Ah, Henry, you have hit on one of my favorite topics. In many discussions during peace education classes at UH I held that US foreign policy (and no doubt the foreign policy of other countries) was based largely on revenge. I believe it's as true today as ever.

Revenge motivates the retaliation parents receive when the challenge the DOE at an IEP meeting for special ed students. Revenge is what whistleblowers get. Etc.

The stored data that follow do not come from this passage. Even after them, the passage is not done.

def read_journal(session_dir: Path) -> Journal:
    """Read and decode ``journal.jsonl`` of a session folder.

    Raises SessionFormatError naming the file and line for anything that is not
    an event; an unparsable *last* line without a newline is treated as torn.
    """
    path = Path(session_dir) / JOURNAL_NAME
    if not Path(session_dir).is_dir():
        raise SessionFormatError(f"{session_dir}: not a folder")
    if not path.is_file():
        raise SessionFormatError(f"{session_dir}: not a probelog session (no {JOURNAL_NAME})")
    blob = path.read_bytes()
    raw_lines = blob.split(b"\n")
    ends_with_newline = blob.endswith(b"\n")
    if ends_with_newline:
        raw_lines = raw_lines[:-1]
    decoder = ev.Decoder(str(path))
    events: list[ev.Event] = []
    lines: list[bytes] = []
    torn = False
    for i, line in enumerate(raw_lines, start=1):
        try:
            events.append(decoder.line(line))
        except ev.EventError as exc:
            if i == len(raw_lines) and not ends_with_newline:
                torn = True
                break
            why = str(exc).split(": ", 1)[-1] if "not a journal line" not in str(exc) else "not a JSON event"
            raise SessionFormatError(f"{path}:{i}: {why}") from None
        lines.append(line)
    if not events:
        raise SessionFormatError(f"{path}: journal has no events")
    if not isinstance(events[0].data, ev.SessionOpened):
        raise SessionFormatError(f"{path}:1: first event is '{events[0].type}', expected 'session-opened'")
    return Journal(path=path, events=events, lines=lines, torn_tail=torn, state=st.fold(events))


def walk_chain(lines: list[bytes]) -> ChainStatus:
    """Re-walk the hash chain: each event's ``prev`` is the SHA-256 hex of the
    previous line's bytes (64 zeros for the first), and ``seq`` counts 1, 2, ...
    (lines decoded by probelog.events)."""
    prev = ZERO_HASH
    problem = ""
    intact = 0
    decoder = ev.Decoder()
    for i, line in enumerate(lines, start=1):
        try:
            e = decoder.line(line)
            seq, line_prev = e.seq, e.prev
        except ev.EventError:
            seq, line_prev = -1, ""
        if not problem and seq != i:
            problem = f"line {i}: seq is {seq}, expected {i}"
        elif not problem and line_prev != prev:
            problem = f"line {i}: 'prev' is not the SHA-256 of line {i - 1} (line {i - 1} edited, or lines removed)"
        if not problem:
            intact = i
        prev = hashlib.sha256(line).hexdigest()
    return ChainStatus(not problem, prev, intact, problem, total=len(lines))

Yes, we do want the state to do what's right with the prison situation at hand and must seek to avoid revenge. I'm just picking up on it because of your excellent citations of its role in world history.
 


neither revenge or forgiveness, but understanding.
 


Since most inmates will be released into the community one day I want them to seamlessly blend in to a civil society. A few years of beatings and humiliation everyday will not likely allow a person to function normally. The sad thing is this circle of life is all too common for families in the lower economic tier. Treat them like human beings when they are in prison and they will behave like human beings when released.
 


Thank you Henry for posting this. As a Quaker, I am sure that revenge only escalates things. As anyone who has worked in or with the prison system knows, we are honestly only creating tougher criminals when we lock people up - worse yet when we send them away from their home. Kat Brady puts it so eloquently when she speaks about what we KNOW works, and what doesn't work. Imprisoning folks far from home does NOT work.